The intermediate phenotypes appear with greater frequency. Moreover, the intermediate degrees of red appear to suggest some kind of blending due to the continuous range of phenotypes.
Yet it can be explained by Mendelism if we assume that many genes are controlling the trait. The term polygenes was used by Mather for genes with small effects on a character that supplement each other to produce noticeable quantitative changes. These are also called additive effects.
The small quantitative effects of polygenes can also result from environmental fluctuations. But the two can be distinguished by performing controlled breeding tests. The more difficult task is to determine the number of genes involved in a cross. This can be estimated from the frequency of F2 genotypes which are identical to the parents.

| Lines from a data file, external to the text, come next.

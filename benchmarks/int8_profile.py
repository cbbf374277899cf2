"""Where the time goes in int8: onnxruntime's own per-node profile of an original and its swapped model.

    python benchmarks/int8_profile.py ORIGINAL.onnx SWAPPED.onnx --calib demo_models/calib.npz [--runs 200]

Both models are QDQ-quantized as the ort-cpu-int8 profile says (swapper.check.int8.quantize_int8 on the
calibration set), run at its settings (full optimisation, one thread) with onnxruntime's profiler on
(SessionOptions.enable_profiling), and the kernel times of the optimised graph are summed per op type. The
share of what a swap can remove (the activation ops) bounds the int8 ratio from below.
"""
from __future__ import annotations

import argparse
import json
import sys
from collections import defaultdict
from pathlib import Path

import numpy as np
import onnx
import onnxruntime as ort

ROOT = Path(__file__).resolve().parents[1]
sys.path.insert(0, str(ROOT))

from swapper.check.int8 import quantize_int8


def profile(model: onnx.ModelProto, feeds: dict, runs: int, folder: Path, tag: str) -> dict:
    so = ort.SessionOptions()
    so.intra_op_num_threads = 1
    so.inter_op_num_threads = 1
    so.graph_optimization_level = ort.GraphOptimizationLevel.ORT_ENABLE_ALL
    so.enable_profiling = True
    so.profile_file_prefix = str(folder / tag)
    sess = ort.InferenceSession(model.SerializeToString(), so, providers=["CPUExecutionProvider"])
    for _ in range(runs):
        sess.run(None, feeds)
    events = json.loads(Path(sess.end_profiling()).read_text())
    per_op = defaultdict(float)
    for e in events:
        if e.get("cat") == "Node" and e["name"].endswith("_kernel_time"):
            per_op[e["args"]["op_name"]] += e["dur"] / runs / 1000.0  # ms per run
    return dict(sorted(per_op.items(), key=lambda kv: -kv[1]))


def main() -> None:
    ap = argparse.ArgumentParser()
    ap.add_argument("original", type=Path)
    ap.add_argument("swapped", type=Path)
    ap.add_argument("--calib", type=Path, required=True)
    ap.add_argument("--runs", type=int, default=200)
    ap.add_argument("--batch", type=int, default=64)
    ap.add_argument("--out", type=Path, default=Path("/tmp/swapper-int8-profile"))
    args = ap.parse_args()
    args.out.mkdir(parents=True, exist_ok=True)
    data = np.load(args.calib)
    name = onnx.load(args.original).graph.input[0].name
    x = data[data.files[0]]
    batches = [{name: x[i:i + args.batch]} for i in range(0, min(len(x), 256), args.batch)]
    rows = {}
    for tag, path in (("original", args.original), ("swapped", args.swapped)):
        q = quantize_int8(onnx.load(path), iter(batches))
        rows[tag] = profile(q, batches[0], args.runs, args.out, tag)
    ops = sorted(set(rows["original"]) | set(rows["swapped"]), key=lambda o: -rows["original"].get(o, 0.0))
    total = {k: sum(v.values()) for k, v in rows.items()}
    print("| op (optimised int8 graph) | original ms | swapped ms |")
    print("|---|---|---|")
    for op in ops:
        print(f"| {op} | {rows['original'].get(op, 0.0):.4f} | {rows['swapped'].get(op, 0.0):.4f} |")
    print(f"| total kernel time | {total['original']:.4f} | {total['swapped']:.4f} |")
    print(f"ratio of kernel totals: {total['swapped'] / total['original']:.3f}")


if __name__ == "__main__":
    main()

Continuous variations in quantitative characters are due to increased numbers of segregating gene pairs in the F1 heterozygote. The resulting distribution of phenotypes in F2 can be plotted on a graph. The parental phenotypes and the intermediate types can be read off from the graphs as shown in Fig. 4.2. However, as will be explained later, this method is applicable only when 2, 3 or 4 gene pairs are involved but not more.
The term polygene is often used interchangeably with multifactorial or multiple factor inheritance. But strictly speaking polygenes should refer to conditions determined by a large number of genes each with a small effect acting additively.
Multifactorial inheritance is determined by a combination of genetic and environmental factors. Mostly it is difficult to ascertain whether or not environmental factors are involved, or whether all the genes controlling a trait have small and additive effects.